I'm not sure of the advantage.
Also, in my code, I am not manipulating char[] so getting the buffer, I need
to immediately convert it to a string to process it. And then when I'm done,
I have a String possibly of some other length. To stuff it back into the
termBuffer, requires a call to:
setTermBuffer(s.toCharArray(), o, s.length())
It would be better to call Token.resizeTermBuffer(...), then
s.getChars into the Token's term buffer (saves a buffer copy).
Many thanks. I saw the comment, but missed getChars. This is better, but
even better would be growTermBuffer (above) since resizeTermBuffer
potentially has an unnecessary copy.
I was looking at this in light of TokenFilter's next(Token) method and how
it was being used. In looking at the contrib filters, they have not been
modified. Further, most of them, if they work with the content analysis and
generation, do their work in strings. Some of these appear to be good
candidates for using char[] rather than strings, such as the NGram filter.
But others look like they'd just as well remain with String manipulation.
It would be great to upgrade all contrib filters to use the re-use APIs.
I'll be happy to work toward that end. I think it affects my performance
today.
I'd like to suggest that internally, that Token be changed to only use
char[] termBuffer and eliminate termText.
The question is what performance cost we are incurring eg on the
contrib (& other) sources/filters? Every time setTermText is called,
we copy out the chars (instead of holding a reference to the String).
Every time getText() is called we create a new String(...) from the
char[]. I think it's potentially a high cost, and so maybe we should
wait until 3.0 when we drop the deprecated APIs?
See above. I'll concede that.
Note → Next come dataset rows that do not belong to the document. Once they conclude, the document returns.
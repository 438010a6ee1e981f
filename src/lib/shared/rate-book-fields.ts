/**
 * Every number and choice of a Rate book, described once for the screens that edit it: where it sits
 * in the stored rate book (a path pattern, `*` standing for a row of a list), what the owner calls it,
 * its unit, a help line, and how it is entered. Grouped in the order an owner thinks about the firm's
 * numbers. No React here: the editor's islands, its resolver and its tests all read this one list.
 *
 * The stored shape is the estimating core's `rateBookSchema`; a unit test walks that schema and the
 * demo rate book and fails when a field has no descriptor here, or a descriptor names no field.
 */
import type { TreatmentKind } from '~/lib/estimate';

/**
 * How a field is entered. `money` is typed in the firm's currency and stored as integer cents;
 * `percent` is typed as a percentage and stored as a fraction; `reference` picks the id of a sheet,
 * board, moulding or treatment of the same rate book. The others are stored as typed.
 */
export type FieldKind = 'money' | 'percent' | 'hours' | 'inches' | 'count' | 'number' | 'text' | 'choice' | 'flag' | 'reference';

/** The lists a reference may pick from. */
export type ReferenceList = 'sheets' | 'boards' | 'mouldings' | 'treatments';

export type GroupId = 'materials' | 'finishes' | 'labour' | 'extras' | 'pricing' | 'range' | 'triage';

export type FieldDescriptor = {
  kind: FieldKind;
  /** Dotted path in the stored rate book; `*` stands for any row of a list. */
  path: string;
  label: string;
  /**
   * Beside the input. For money this is what the amount is per ("per sheet"); the currency is put in
   * front of it by `unitText`.
   */
  unit: string;
  help: string;
  /** May be left empty (the schema then uses its default, or the feature is off). */
  optional?: boolean;
  /** For `choice`: the stored values and the words shown for them. */
  options?: readonly { value: string; label: string }[];
  /** For `reference`: which lists its id may come from. */
  refersTo?: readonly ReferenceList[];
  /** For fields of one treatment row: the kinds of treatment that have this field. */
  kinds?: readonly TreatmentKind[];
  /** For a shiplap's material source: the source (`from`) that has this field. */
  source?: 'sheet' | 'boards';
};

export type ListDescriptor = {
  /** Dotted path of the list in the stored rate book (may sit inside another list's row: `*`). */
  path: string;
  label: string;
  /** What one row is called, for "Add …" and "Remove …" buttons. */
  itemLabel: string;
  help: string;
  /** Most rows the schema takes. */
  max: number;
};

export type SectionDescriptor = {
  id: string;
  group: GroupId;
  title: string;
  help?: string;
  /** Fields and lists of this section in screen order: patterns of `RATE_BOOK_FIELDS` and `RATE_BOOK_LISTS`. */
  entries: readonly string[];
};

export const RATE_BOOK_GROUPS: readonly { id: GroupId; title: string; help: string }[] = [
  { id: 'materials', title: 'Materials', help: 'What you buy and what you pay for it: sheets, boards, mouldings and supplies.' },
  { id: 'finishes', title: 'Finishes', help: 'Each finish you offer homeowners, the stock it is made from and how fast it goes up.' },
  { id: 'labour', title: 'Labour', help: 'Your hourly rate and the time each piece of work takes.' },
  { id: 'extras', title: 'Extras', help: 'Charges added to a job when they apply.' },
  { id: 'pricing', title: 'Pricing', help: 'How the total is worked out from materials and labour.' },
  { id: 'range', title: 'Range', help: 'How far below and above the worked-out price the range shown to a homeowner reaches.' },
  { id: 'triage', title: 'Triage weights', help: 'How much each reason counts towards an inquiry’s score in Inquiries (0–100).' },
];

// ---------------------------------------------------------------------------------------------
// Small builders, so each field below reads as one line of facts.

type Extra = Partial<Pick<FieldDescriptor, 'optional' | 'kinds' | 'source'>>;
const money = (path: string, label: string, unit: string, help: string, extra: Extra = {}): FieldDescriptor => ({
  kind: 'money',
  path,
  label,
  unit,
  help,
  ...extra,
});
const percent = (path: string, label: string, help: string, extra: Extra = {}): FieldDescriptor => ({
  kind: 'percent',
  path,
  label,
  unit: '%',
  help,
  ...extra,
});
const hours = (path: string, label: string, unit: string, help: string, extra: Extra = {}): FieldDescriptor => ({
  kind: 'hours',
  path,
  label,
  unit,
  help,
  ...extra,
});
const inches = (path: string, label: string, help: string, extra: Extra = {}): FieldDescriptor => ({ kind: 'inches', path, label, unit: 'in', help, ...extra });
const count = (path: string, label: string, unit: string, help: string, extra: Extra = {}): FieldDescriptor => ({
  kind: 'count',
  path,
  label,
  unit,
  help,
  ...extra,
});
const number = (path: string, label: string, unit: string, help: string, extra: Extra = {}): FieldDescriptor => ({
  kind: 'number',
  path,
  label,
  unit,
  help,
  ...extra,
});
const text = (path: string, label: string, help: string, extra: Extra = {}): FieldDescriptor => ({ kind: 'text', path, label, unit: '', help, ...extra });
const flag = (path: string, label: string, help: string, extra: Extra = {}): FieldDescriptor => ({ kind: 'flag', path, label, unit: '', help, ...extra });
const choice = (path: string, label: string, options: FieldDescriptor['options'], help: string, extra: Extra = {}): FieldDescriptor => ({
  kind: 'choice',
  path,
  label,
  unit: '',
  help,
  options,
  ...extra,
});
const reference = (path: string, label: string, refersTo: readonly ReferenceList[], help: string, extra: Extra = {}): FieldDescriptor => ({
  kind: 'reference',
  path,
  label,
  unit: '',
  help,
  refersTo,
  ...extra,
});

const ID_HELP = 'A short name that finishes and trim choices use to point at this row: lowercase letters, digits and dashes.';
const NOMINAL_OPTIONS = ['1x2', '1x3', '1x4', '1x6', '1x8', '1x10', '1x12'].map((value) => ({ value, label: value }));
const ALL_KINDS = ['shiplap', 'board-and-batten', 'beadboard', 'flat-panel', 'picture-frame'] as const satisfies readonly TreatmentKind[];

export const TREATMENT_KIND_OPTIONS: readonly { value: TreatmentKind; label: string }[] = [
  { value: 'shiplap', label: 'Shiplap' },
  { value: 'board-and-batten', label: 'Board and batten' },
  { value: 'beadboard', label: 'Beadboard' },
  { value: 'flat-panel', label: 'Flat-panel wainscot' },
  { value: 'picture-frame', label: 'Picture-frame moulding' },
];

/** A coating (primer or paint): the same five facts and its container sizes. */
function coating(key: 'primer' | 'paint', noun: string, coatsHelp: string): FieldDescriptor[] {
  const base = `catalogue.supplies.${key}`;
  return [
    text(`${base}.name`, `${noun} name`, 'As it appears on the material list.'),
    number(`${base}.sqFtPerGallon`, `${noun} coverage`, 'sq ft per gallon', 'From the can’s label for the surface you put it on.'),
    count(`${base}.coats`, `${noun} coats`, 'coats', coatsHelp),
    money(`${base}.priceCents`, `${noun} price per gallon`, 'per gallon', 'Used when no container sizes are listed below.'),
    text(`${base}.containers.*.name`, 'Container name', 'Such as quart, gallon or 5-gallon pail.'),
    number(`${base}.containers.*.gallons`, 'Container size', 'US gallons', 'A quart is 0.25.'),
    money(`${base}.containers.*.priceCents`, 'Container price', 'each', 'What one container costs you.'),
  ];
}

const fixtureNames = { tub: 'tub', shower: 'shower', vanity: 'vanity', toilet: 'toilet', radiator: 'radiator', 'built-in': 'built-in' } as const;

/** Range spreads: below and above, with and without photos, for each way the walls were measured. */
function spreads(): FieldDescriptor[] {
  const methods = [
    ['homeowner-estimate', 'Homeowner’s estimate'],
    ['homeowner-tape', 'Homeowner’s tape'],
    ['site-measure', 'Site measurement'],
  ] as const;
  return methods.flatMap(([method, name]) =>
    (['withPhotos', 'withoutPhotos'] as const).flatMap((photos) => {
      const words = photos === 'withPhotos' ? 'with photos' : 'without photos';
      return [
        percent(`range.${method}.${photos}.below`, `${name} ${words}: below`, `How far under the worked-out price the range starts.`),
        percent(`range.${method}.${photos}.above`, `${name} ${words}: above`, `How far over the worked-out price the range ends.`),
      ];
    }),
  );
}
But I think that once termBuffer is used
because of a mixed chain, it should be retained.
And also, that termText be restored as not deprecated.
It made me nervous keeping this method because it looks like it should
be cheap to call, and in the past it was very cheap to call. But,
maybe we could keep it, if we mark very very clearly in the javadocs
the performance cost you incur by using this method (it makes a new
String() every time)?
But, in TokenFilter, next() should be deprecated, IMHO.
I think this is a good idea. After all if people don't want to bother
using the passed in Token, they are still allowed to return a new
one.
Should the constructors in Token that take a String be deprecated, too?
The comments seem to suggest that.
I have also used a better algorithm than doubling for resizing an
array. I'd have to hunt for it.
That would be great!
I'm looking, but still haven't found it. :)
I'm looking into digging into this one.
Based on the outcome of this discussion, would this be one Jira issue?
Reopening LUCENE-969? A separate issue for the contrib changes?
Since this would not be an API change, would there need to be changes to
test cases? If so, what would you suggest?